Second, when we use `D.mag` in calculations, it's convenient if it's
already a `uint64_t` like almost all of the rest of our types.

Oh --- and, this step won't work if `n` is a perfect square, so we add a
separate guarding step to filter this situation out.

Now for the meat of the calculation.  We need to compute elements of the
Lucas Sequences, $U_k$ and $V_k$ for certain specific indices.  To do
that efficiently, we use the fact that $U_1 = V_1 = 1$, and apply the
index-doubling and index-incrementing relations:

![Equations for U and
V](https://github.com/user-attachments/assets/8cfc1ec9-067e-4c8b-b855-9d86194f4296)
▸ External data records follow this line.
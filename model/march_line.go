package model

import "math"

// lineGrid cuts one axis, or the layers of a slab, into control volumes around nodes that stand on the faces too, closer towards them.
// Volumes and face areas are exact in the axis' own measure and given by 1 m² of the upper face.
type lineGrid struct {
	kind  axisKind
	r     float64   // half thickness or radius, m; stirred: volume over area
	x     []float64 // m, from the centre outwards, or from the lower face to the upper around the middle
	w     []float64 // volume of a node, m
	links []link    // between a node and the next
	food  []int     // by node: which law
	parts [][2]int  // first and last node of each layer
}

// link carries heat from a node to the one before it: by g times the difference of the Kirchhoff integrals, g in 1/m, or, at a joint,
// of the temperatures, g in W/(m²·K).
type link struct {
	g     float64
	joint bool
}

// perfectM2KW stands for the contact of layers that touch perfectly, m²·K/W: as much as a layer of food 0.05 µm thick.
const perfectM2KW = 1e-7

// crowd is how much closer nodes stand at a face than at the centre: e to this power.
const crowd = 1.8

// depths gives the depths below a face of n+1 nodes, m, from 0 to r.
func depths(r float64, n int) []float64 {
	d := make([]float64, n+1)
	for j := range d {
		d[j] = r * math.Expm1(crowd*float64(j)/float64(n)) / math.Expm1(crowd)
	}
	d[n] = r
	return d
}

// newLineGrid makes a grid of about n volumes on the half thickness or radius.
func newLineGrid(p *Product, kind axisKind, r float64, n int) *lineGrid {
	g := &lineGrid{kind: kind, r: r}
	if kind == lumped {
		g.x, g.w, g.food, g.parts = []float64{0}, []float64{r}, []int{0}, [][2]int{{0, 0}}
		return g
	}
	var layers []Layer
	if p.Shape == LayeredSlab {
		layers = p.Layers
	}
	if len(layers) == 0 {
		d := depths(r, n)
		if kind == planeFull {
			for j := range d {
				g.x = append(g.x, d[j]-r)
			}
		}
		for j := n; j >= 0; j-- {
			if j < n || kind != planeFull {
				g.x = append(g.x, r-d[j])
			}
		}
		g.part(0)
		return g
	}
	from := -r
	for i := len(layers) - 1; i >= 0; i-- {
		l := &layers[i]
		half := max(4, int(math.Round(float64(n)*math.Sqrt(l.ThicknessM/(2*r)))))
		d := depths(l.ThicknessM/2, half)
		for j := range d {
			g.x = append(g.x, from+d[j])
		}
		for j := half - 1; j >= 0; j-- {
			g.x = append(g.x, from+l.ThicknessM-d[j])
		}
		g.part(i)
		if from += l.ThicknessM; i > 0 {
			g.links = append(g.links, link{g: 1 / max(layers[i-1].BelowM2KW, perfectM2KW), joint: true})
		}
	}
	g.x[len(g.x)-1] = r
	return g
}

// part makes the volumes and links of the nodes that were added since the last part.
func (g *lineGrid) part(food int) {
	first := len(g.w)
	last := len(g.x) - 1
	e := map[axisKind]float64{radial: 1, spherical: 2}[g.kind]
	volume := func(a, b float64) float64 {
		if e == 0 {
			return b - a
		}
		return g.r * (math.Pow(b/g.r, e+1) - math.Pow(a/g.r, e+1)) / (e + 1)
	}
	from := g.x[first]
	for i := first; i <= last; i++ {
		to := g.x[i]
		if i < last {
			to = (g.x[i] + g.x[i+1]) / 2
			g.links = append(g.links, link{g: math.Pow(math.Abs(to)/g.r, e) / (g.x[i+1] - g.x[i])})
		}
		g.w = append(g.w, volume(from, to))
		g.food = append(g.food, food)
		from = to
	}
	g.parts = append(g.parts, [2]int{first, last})
}

// lineMarch steps the heat contents of a line in time: the trapezoid rule and the second-order backward formula one after the other
// (Bank et al. 1985, IEEE Trans. Electron Devices 32:1992-2007), which is L-stable, each solved by Newton's method to the end, so that
// what flows over a face is what the food gains.
type lineMarch struct {
	*lineGrid
	laws         []*law
	lower, upper *Face
	skins        [2]*skin // lower, upper; the lower one is nil at a centre of symmetry
	kept         []float64

	h, rate              []float64 // heat contents, J/m³, and their slopes, J/(m³·s), now
	h1, h2, guess        []float64
	b, f0, f1, f2        []float64 // W/m²
	temp, dt, u, du      []float64 // of the last look: temperature, its slope by h, Kirchhoff integral, its slope by h
	low, diag, up, delta []float64 // the three diagonals and the right side
	qs                   [2]float64
	inJ                  float64 // heat that came in through the faces since the start, J/m²
	fresh                bool    // no step since the surroundings changed: nothing to guess from
}

func newLineMarch(g *lineGrid, laws []*law) *lineMarch {
	m := &lineMarch{lineGrid: g, laws: laws}
	n := len(g.x)
	for _, s := range []*[]float64{&m.h, &m.rate, &m.h1, &m.h2, &m.guess, &m.b, &m.f0, &m.f1, &m.f2, &m.temp, &m.dt, &m.u, &m.du, &m.low, &m.diag, &m.up, &m.delta} {
		*s = make([]float64, n)
	}
	return m
}

// The numbers of the scheme: gamma is how far the first part goes.
var (
	trGamma  = 2 - math.Sqrt2
	trErrorK = (-3*trGamma*trGamma + 4*trGamma - 2) / (12 * (2 - trGamma))
)

// look reads temperatures and Kirchhoff integrals of heat contents.
func (m *lineMarch) look(h []float64) {
	for i, x := range h {
		m.temp[i], m.u[i], m.dt[i], m.du[i] = m.laws[m.food[i]].at(x)
	}
}

// flows fills f with what flows into every volume, W/m², from the last look, at tau s into the step, and the slopes of the faces' flows by
// heat content.
func (m *lineMarch) flows(f []float64, tau float64) (slope [2]float64) {
	n := len(f)
	in := 0.0
	for i := 0; i < n-1; i++ {
		l := &m.links[i]
		var q float64
		if l.joint {
			q = l.g * (m.temp[i+1] - m.temp[i])
		} else {
			q = l.g * (m.u[i+1] - m.u[i])
		}
		f[i] = q - in
		in = q
	}
	f[n-1] = -in
	m.qs = [2]float64{}
	for side, s := range m.skins {
		i := (n - 1) * side
		if s == nil || s.insulated || s.held {
			continue
		}
		q, d := s.flux(m.temp[i], tau)
		f[i] += q
		m.qs[side], slope[side] = q, d*m.dt[i]
	}
	return slope
}

// heldAt gives the heat content of a face that is kept at its medium.
func (m *lineMarch) heldAt(side, i int, tau float64) float64 {
	return m.laws[m.food[i]].heat(m.skins[side].mediumC(tau))
}

// begin takes the state over at a change of surroundings, tau s into the step.
func (m *lineMarch) begin(tau float64) {
	n := len(m.h)
	for side, s := range m.skins {
		if s != nil && s.held {
			i := (n - 1) * side
			m.h[i] = m.heldAt(side, i, tau)
		}
	}
	m.look(m.h)
	m.flows(m.f0, tau)
	for i := range m.rate {
		m.rate[i] = m.f0[i] / m.w[i]
	}
	for side, s := range m.skins {
		if s != nil && s.held {
			m.rate[(n-1)*side] = 0
		}
	}
	m.fresh = true
}

// newtonK is how small the last correction of a temperature must be, K; what is left is its square.
const newtonK = 1e-5

// solve finds w·h = b + a·F(h) at tau, from h on; it says whether it did.
func (m *lineMarch) solve(h, b []float64, a, tau float64) bool {
	n := len(h)
	for try := 0; try < 14; try++ {
		m.look(h)
		slope := m.flows(m.delta, tau)
		for i := range h {
			m.delta[i] = b[i] + a*m.delta[i] - m.w[i]*h[i]
			m.diag[i] = m.w[i]
		}
		for i := 0; i < n-1; i++ {
			l := &m.links[i]
			x, y := a*l.g*m.du[i], a*l.g*m.du[i+1]
			if l.joint {
				x, y = a*l.g*m.dt[i], a*l.g*m.dt[i+1]
			}
			m.diag[i] += x
			m.diag[i+1] += y
			m.up[i], m.low[i+1] = -y, -x
		}
		m.diag[0] -= a * slope[0]
		m.diag[n-1] -= a * slope[1]
		for side, s := range m.skins {
			if s != nil && s.held {
				i := (n - 1) * side
				m.diag[i], m.delta[i] = 1, m.heldAt(side, i, tau)-h[i]
				if side == 0 && n > 1 {
					m.up[0] = 0
				} else {
					m.low[i] = 0
				}
			}
		}
		m.factor()
		m.back(m.delta)
		worst := 0.0
		for i, d := range m.delta {
			h[i] += d
			worst = max(worst, math.Abs(d*m.dt[i]))
		}
		if worst < newtonK {
			return true
		}
		if math.IsNaN(worst) {
			return false
		}
	}
	return false
}

// factor brings the three diagonals to a form that back uses.
func (m *lineMarch) factor() {
	m.diag[0] = 1 / m.diag[0]
	for i := 1; i < len(m.diag); i++ {
		m.low[i] *= m.diag[i-1]
		m.diag[i] = 1 / (m.diag[i] - m.low[i]*m.up[i-1])
	}
}

func (m *lineMarch) back(y []float64) {
	n := len(y)
	for i := 1; i < n; i++ {
		y[i] -= m.low[i] * y[i-1]
	}
	y[n-1] *= m.diag[n-1]
	for i := n - 2; i >= 0; i-- {
		y[i] = (y[i] - m.up[i]*y[i+1]) * m.diag[i]
	}
}

// try makes one step of length d from tau; it gives an estimate of its error, K, and +Inf where Newton's method found nothing. The state
// changes only by accept.
func (m *lineMarch) try(tau, d float64) float64 {
	a := trGamma / 2 * d
	copy(m.h1, m.h)
	if !m.fresh {
		for i, r := range m.rate {
			m.h1[i] += trGamma * d * r
		}
	}
	for i := range m.b {
		m.f0[i] = m.w[i] * m.rate[i]
		m.b[i] = m.w[i]*m.h[i] + a*m.f0[i]
	}
	if !m.solve(m.h1, m.b, a, tau+trGamma*d) {
		return math.Inf(1)
	}
	q1 := m.qs[0] + m.qs[1]
	a1 := 1 / (trGamma * (2 - trGamma))
	for i := range m.b {
		m.f1[i] = (m.w[i]*m.h1[i] - m.b[i]) / a
		m.b[i] = m.w[i] * (a1*m.h1[i] - (a1-1)*m.h[i])
		m.h2[i] = m.h[i] + (m.h1[i]-m.h[i])/trGamma
	}
	if !m.solve(m.h2, m.b, a, tau+d) {
		return math.Inf(1)
	}
	_ = q1
	c := 2 * trErrorK * d
	for i := range m.delta {
		m.f2[i] = (m.w[i]*m.h2[i] - m.b[i]) / a
		m.delta[i] = c * (m.f0[i]/trGamma - m.f1[i]/(trGamma*(1-trGamma)) + m.f2[i]/(1-trGamma))
	}
	m.back(m.delta)
	worst := 0.0
	for i, e := range m.delta {
		worst = max(worst, math.Abs(e*m.dt[i]))
	}
	return worst
}

// accept makes the last try the state.
func (m *lineMarch) accept() {
	m.h, m.h2 = m.h2, m.h
	for i := range m.rate {
		m.rate[i] = m.f2[i] / m.w[i]
	}
	for side, s := range m.skins {
		if s != nil && s.held {
			m.rate[(len(m.rate)-1)*side] = 0
		}
	}
	m.fresh = false
}

// keep writes the state into a track.
func (m *lineMarch) keep(k *track, t float64) {
	c, slope := k.add(t)
	m.look(m.h)
	copy(c, m.temp)
	for i := range slope {
		slope[i] = m.rate[i] * m.dt[i]
	}
}

// fill starts at one temperature.
func (m *lineMarch) fill(c float64) {
	for i := range m.h {
		m.h[i] = m.laws[m.food[i]].heat(c)
	}
}

func (m *lineMarch) surround(skins func(*Face) *skin) {
	m.skins = [2]*skin{nil, skins(m.upper)}
	if m.kind == planeFull {
		m.skins[0] = skins(m.lower)
	}
}

// firstS is the time in which heat crosses the volume at the face.
func (m *lineMarch) firstS() float64 {
	if len(m.x) == 1 {
		return 1
	}
	n := len(m.x) - 1
	d := m.x[n] - m.x[n-1]
	return 0.2 * d * d / (m.du[n] + 1e-9)
}

func (m *lineMarch) span() (low, high float64) {
	m.look(m.h)
	low, high = m.temp[0], m.temp[0]
	for _, c := range m.temp {
		low, high = min(low, c), max(high, c)
	}
	return low, high
}

func (m *lineMarch) save() {
	m.kept = append(append(m.kept[:0], m.h...), m.rate...)
}

func (m *lineMarch) restore() {
	n := len(m.h)
	copy(m.h, m.kept[:n])
	copy(m.rate, m.kept[n:])
}

func (m *lineMarch) touches(k *skin) (nodes []int) {
	for side, s := range m.skins {
		if s == k {
			nodes = append(nodes, (len(m.x)-1)*side)
		}
	}
	return nodes
}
The above are derived assuming the Lucas parameters $P=1$, $Q=(1-D)/4$,
as is always done for the best-studied parameterization of Baillie-PSW.
We use a bit-representation of the desired indices to decide when to
double and when to increment, also commonly done (see the Implementation
section in the [Strong Lucas] reference).

Finally, we are able to combine the new Strong Lucas test with the
existing Miller-Rabin test to obtain a working Baillie-PSW test.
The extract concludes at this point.